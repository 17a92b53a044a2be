//! What is typed and not signed.

use twoline::domain::codes::Attempt;
use twoline::store::{Draft, new_id};

use super::support::*;

pub fn draft(child_id: &str, value: &str) -> Draft {
    Draft {
        day: day(),
        child_id: child_id.to_owned(),
        visit_id: new_id(),
        attempt: Attempt::First,
        fields: vec![("distance_right".to_owned(), value.to_owned())],
        cursor: "distance_left".to_owned(),
        updated_at_ms: 1_792_000_000_000,
    }
}

#[test]
fn drafts_survive_reopening() {
    let (_temp, store) = fresh();
    let dir = store.dir().to_owned();
    let drafts = store.drafts().unwrap();
    let (ada, bao) = (draft("Q-1", "20/4"), draft("Q-2", "NT:sh"));
    let earlier = Draft {
        fields: Vec::new(),
        ..ada.clone()
    };
    drafts.save(earlier).unwrap();
    drafts.save(ada.clone()).unwrap();
    drafts.save(bao.clone()).unwrap();
    // Dropped without a flush: the thread writes what it holds before it ends.
    drop(drafts);
    drop(store);
    let store = open(&dir);
    let drafts = store.drafts().unwrap();
    assert_eq!(drafts.load_all(&day()).unwrap(), [ada.clone(), bao]);
    drafts.delete(&day(), "Q-2").unwrap();
    assert_eq!(drafts.load_all(&day()).unwrap(), std::slice::from_ref(&ada));
    let mut other = day();
    other.protocol = "us-preschool".to_owned();
    assert!(drafts.load_all(&other).unwrap().is_empty());
    assert_eq!(drafts.load_every().unwrap(), [ada]);
}

#[test]
fn flush_makes_them_visible_to_another_connection() {
    let (_temp, store) = fresh();
    let drafts = store.drafts().unwrap();
    let mut typed = draft("Q-1", "");
    for text in ["2", "20", "20/", "20/4", "20/40"] {
        typed.fields[0].1 = text.to_owned();
        drafts.save(typed.clone()).unwrap();
    }
    drafts.flush().unwrap();
    let copied = tempfile::TempDir::new().unwrap();
    // What a kill would leave: the files as they are now.
    for entry in std::fs::read_dir(store.dir()).unwrap() {
        let entry = entry.unwrap();
        std::fs::copy(entry.path(), copied.path().join(entry.file_name())).unwrap();
    }
    let after = open(copied.path());
    assert_eq!(after.drafts().unwrap().load_all(&day()).unwrap(), [typed]);
}

#[test]
fn drafts_are_in_no_ledger() {
    let (_temp, store) = fresh();
    let head = store.head().unwrap();
    let drafts = store.drafts().unwrap();
    drafts.save(draft("Q-1", "20/40")).unwrap();
    drafts.flush().unwrap();
    assert_eq!(store.head().unwrap(), head);
    let file = std::fs::read(store.dir().join("drafts.db")).unwrap();
    assert!(!file.starts_with(b"SQLite format 3"), "under the same key");
}

#[test]
fn drafts_that_cannot_be_read_are_set_aside_and_typing_goes_on() {
    let (_temp, store) = fresh();
    drop(store.drafts().unwrap());
    let noise = vec![0x5A_u8; 8192];
    for n in 1..=2 {
        std::fs::write(store.dir().join("drafts.db"), &noise).unwrap();
        let drafts = store.drafts().unwrap();
        let typed = draft("Q-1", "20/40");
        drafts.save(typed.clone()).unwrap();
        assert_eq!(drafts.load_every().unwrap(), [typed]);
        drop(drafts);
        let aside = store.dir().join(format!("drafts.db.damaged-{n}"));
        assert_eq!(
            std::fs::read(aside).unwrap(),
            noise,
            "nothing is thrown away"
        );
    }
}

------------------------------------

**REQUIREMENT:** Search the entries above for the string "noise". Copy each line that holds it.

**RESULT:**
    let noise = vec![0x5A_u8; 8192];
        std::fs::write(store.dir().join("drafts.db"), &noise).unwrap();
            noise,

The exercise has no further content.